Convergent Economic Model Predictive Control through parameter-varying storage functions for dissipativity

TL;DR

This paper introduces a novel economic model predictive control framework utilizing parameter-varying storage functions to ensure dissipativity and convergence without standard assumptions, demonstrated through an illustrative example.

Contribution

It extends dissipativity to parameter-varying storage functions within EMPC and formulates controllers that guarantee recursive feasibility and convergence.

Findings

Ensures recursive feasibility of EMPC with parameter-varying storage functions.

Achieves asymptotic convergence to optimal equilibrium without standard dissipativity.

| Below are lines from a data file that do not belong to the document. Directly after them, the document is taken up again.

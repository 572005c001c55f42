"""The bulk CSV writer gives the same text as numpy's savetxt with "%.9g", byte for byte.

Reference: ``numpy.savetxt(..., delimiter=",", fmt="%.9g")`` (the writer this replaces) and
Python's ``%`` operator, which follows C's printf for ``%g`` (C11, 7.21.6.1: precision P =
9 significant digits, style e if the exponent X < -4 or X >= P, else style f, trailing zeros
and a bare point removed; correctly rounded).
"""

from __future__ import annotations

import io

import numpy as np
import pytest

from keepclear.fields.outputs import PROBE_CSV_COLUMNS, csv_rows_g9, format_g9, probe_csv_bytes


def savetxt_text(table: np.ndarray) -> bytes:
    buf = io.BytesIO()
    np.savetxt(buf, table, delimiter=",", fmt="%.9g")
    return buf.getvalue()


EDGE_VALUES = [
    0.0,
    -0.0,
    1.0,
    -1.0,
    0.5,
    0.1,
    1e-5,  # last exponent in scientific style below
    1e-4,  # first fixed-style exponent
    0.00012345678949,
    0.00099999999951,  # rounds up into the next decade
    9.9999999995,
    9.99999999949,
    99999999.99,
    123456789.0,
    999999999.4,
    999999999.5,  # rounds to 1e+09 (scientific)
    1e9,
    1e21,
    1e22,
    1e23,
    1e100,
    -1e-100,
    1e-300,
    1e300,
    5e-324,  # subnormal: formatted one by one
    1e-310,
    1.7976931348623157e308,
    12.5,
    0.125,
    2.0 / 3.0,
    1234.5678905,
    np.inf,
    -np.inf,
    np.nan,
]


def test_edge_values_match_printf():
    values = np.array(EDGE_VALUES + list(10.0 ** np.arange(-310, 309, 7)))
    chars, lengths = format_g9(values)
    for value, row, n in zip(values, chars, lengths, strict=True):
        assert row[:n].tobytes() == ("%.9g" % value).encode(), value  # noqa: UP031 (printf)
        assert not row[n:].any()


@pytest.mark.parametrize("seed", [0, 1])
def test_random_tables_match_savetxt(seed):
    rng = np.random.default_rng(seed)
    n = 3000
    table = np.column_stack(
        [
            np.round(rng.uniform(-50, 50, (n, 3)), rng.integers(0, 9)),  # coordinates
            rng.random((n, 4)) * 10.0 ** rng.integers(-15, 15, (n, 4)),  # fields, densities
        ]
    )
    table[::97, 4] = 0.0
    table[::89, 0] = -0.0
    table[::83, 1] = rng.integers(-(10**9), 10**9, table[::83, 1].size) + 0.5  # ties
    assert csv_rows_g9(table, rows_per_block=700) == savetxt_text(table)


def test_probe_csv_header_and_rows_in_order():
    pts = np.array([[1.0, 2.0, 3.0], [-0.5, 0.0, 1e-7], [4.0, 5.0, 6.0]])
    cols = [np.array([1.0, 2.0, 3.0]) * k for k in (1, 2, 3, 4)]
    text = probe_csv_bytes(pts, cols).decode()
    lines = text.splitlines()
    assert lines[0] == ",".join(PROBE_CSV_COLUMNS)
    assert lines[2] == "-0.5,0,1e-07,2,4,6,8"
    assert probe_csv_bytes(np.zeros((0, 3)), [np.zeros(0)] * 4).decode() == lines[0] + "\n"
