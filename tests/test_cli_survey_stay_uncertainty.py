"""The command line of the survey readings, stay times, spatial averages and uncertainty.

Checks of the numbers themselves are in test_readings.py, test_stay_time.py,
test_spatial_average.py and test_uncertainty.py (with their sources); here the commands,
their JSON shapes (the contract's "Additions") and their bad-input messages.
"""

from __future__ import annotations

import math

import pytest

from ._cli import run, strict_json, validate

SCENARIO = """
name = "cli check: point source over a floor"
[[source]]
antenna = "isotropic"
power_w = 400.0
duty_cycle = 0.5
gain_dbi = 3.0
position_m = [0.0, 0.0, 1.0]
[exposure]
limits = ["icnirp-2020/general-public", "icnirp-2020/occupational-local"]
[[reflector]]
point_m = [0.0, 0.0, 0.0]
normal = [0.0, 0.0, 1.0]
material = "concrete"
[uncertainty]
power_db = 1.0
samples = 200
[[point]]
name = "near"
position_m = [0.4, 0.0, 1.0]
[[point]]
name = "operator"
position_m = [1.5, 0.0, 1.7]
average_over_height_m = [0.0, 2.0]
"""


@pytest.fixture
def scenario(write_scenario):
    return write_scenario(SCENARIO)


def test_keepout_json_adds_median_and_p95(scenario):
    result = run("keepout", scenario, "--json")
    assert result.exit_code == 0, result.stderr
    data = strict_json(result.stdout)
    validate("keepout", data)
    for k in data["keepout"]:
        assert k["distance_median_m"] > 0
        assert k["distance_p95_m"] > k["distance_median_m"]
    assert data["uncertainty"]["samples"] == 200
    text = run("keepout", scenario)
    assert "95th percentile" in text.stdout


def test_probe_json_adds_stay_times_and_the_spatial_average(scenario):
    result = run("probe", scenario, "--json")
    assert result.exit_code == 0, result.stderr
    data = strict_json(result.stdout)
    validate("probe", data)
    near, operator = data["points"]
    # over the limits at 0.4 m: T / q (linear) and the brief rule for the local limit
    q = near["quotients"]["icnirp-2020/general-public"]
    assert q > 1
    assert near["allowed_s"]["icnirp-2020/general-public"] == pytest.approx(1800 / q)
    q_local = near["quotients"]["icnirp-2020/occupational-local"]
    local = near["allowed_s"]["icnirp-2020/occupational-local"]
    if q_local >= 1:
        assert local <= 360 / q_local
    else:
        assert local is None
    assert "spatial_average_w_m2" not in near
    assert operator["spatial_average_w_m2"] > 0
    comparison = operator["spatial_average_comparison"]
    assert comparison["icnirp-2020/general-public"]["compared_with"] == "spatial average"
    assert comparison["icnirp-2020/occupational-local"]["compared_with"] == "point value"
    text = run("probe", scenario).stdout
    assert "spatial average over z = 0 .. 2 m (20 points)" in text


def test_readings_command_json_and_text(scenario, tmp_path):
    csv = tmp_path / "r.csv"
    csv.write_text(
        "x_m,y_m,z_m,value,unit,label\n1.0,0.0,1.0,30.0,mW/cm2,hot spot\n2.0,0.0,1.0,0.0001,W/m2,\n"
    )
    result = run("readings", scenario, "--csv", csv, "--json")
    assert result.exit_code == 0, result.stderr
    data = strict_json(result.stdout)
    validate("readings", data)
    first, second = data["readings"]
    assert first["measured_w_m2"] == pytest.approx(300.0)  # 30 mW/cm2 (OET 65 sec. 1)
    assert first["under_predicted"] and "icnirp-2020/general-public" in first["over_limits"]
    assert not second["under_predicted"]
    assert data["suggested_margin_db"] == first["ratio_db"]
    assert math.isclose(
        first["ratio_db"],
        10 * math.log10(first["measured_w_m2"] / first["predicted_w_m2"]),
        abs_tol=0.006,
    )
    text = run("readings", scenario, "--csv", csv)
    assert text.exit_code == 0 and "time-averaged prediction" in text.stdout
    assert "UNDER-PREDICTED" in text.stdout and "CAUTION" in text.stdout


@pytest.mark.parametrize(
    ("content", "fragment"),
    [
        ("x_m,y_m,z_m,value\n1,0,1,1\n", "row 1: header"),
        ("x_m,y_m,z_m,value,unit\n1,0,1,1,mW/m2\n", "row 2, column unit"),
    ],
)
def test_readings_bad_csv_exit_2_names_file_row_column(scenario, tmp_path, content, fragment):
    csv = tmp_path / "bad.csv"
    csv.write_text(content)
    result = run("readings", scenario, "--csv", csv)
    assert result.exit_code == 2
    assert fragment in result.stderr and "bad.csv" in result.stderr
    assert "Traceback" not in result.stderr


def test_bad_average_over_height(write_scenario):
    path = write_scenario(SCENARIO.replace("[0.0, 2.0]", "[2.0, 0.5]"))
    result = run("probe", path)
    assert result.exit_code == 2
    assert "point.2.average_over_height_m" in result.stderr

Provides bounds on asymptotic average closed-loop performance.

Abstract

This paper presents a new concept of controlled dissipativity as an extension of the standard dissipativity property to systems with parameter-varying storage functions under the framework of economic model predictive control (EMPC). Based on this concept, two EMPC controllers, integrated with the dissipation inequality constraints rendering the storage function parameters as decision variables, are formulated and the associated recursive feasibility is ensured. Then, the asymptotic convergence to an optimal equilibrium in closed-loop, without requiring the standard dissipativity assumption, is enforced by trading it off with asymptotic performance. The upper bound of asymptotic average closed-loop performance is also evaluated. Finally, an illustrative example by using the EMPC controllers with terminal equilibrium or terminal region conditions is provided to show the effectiveness of our methods.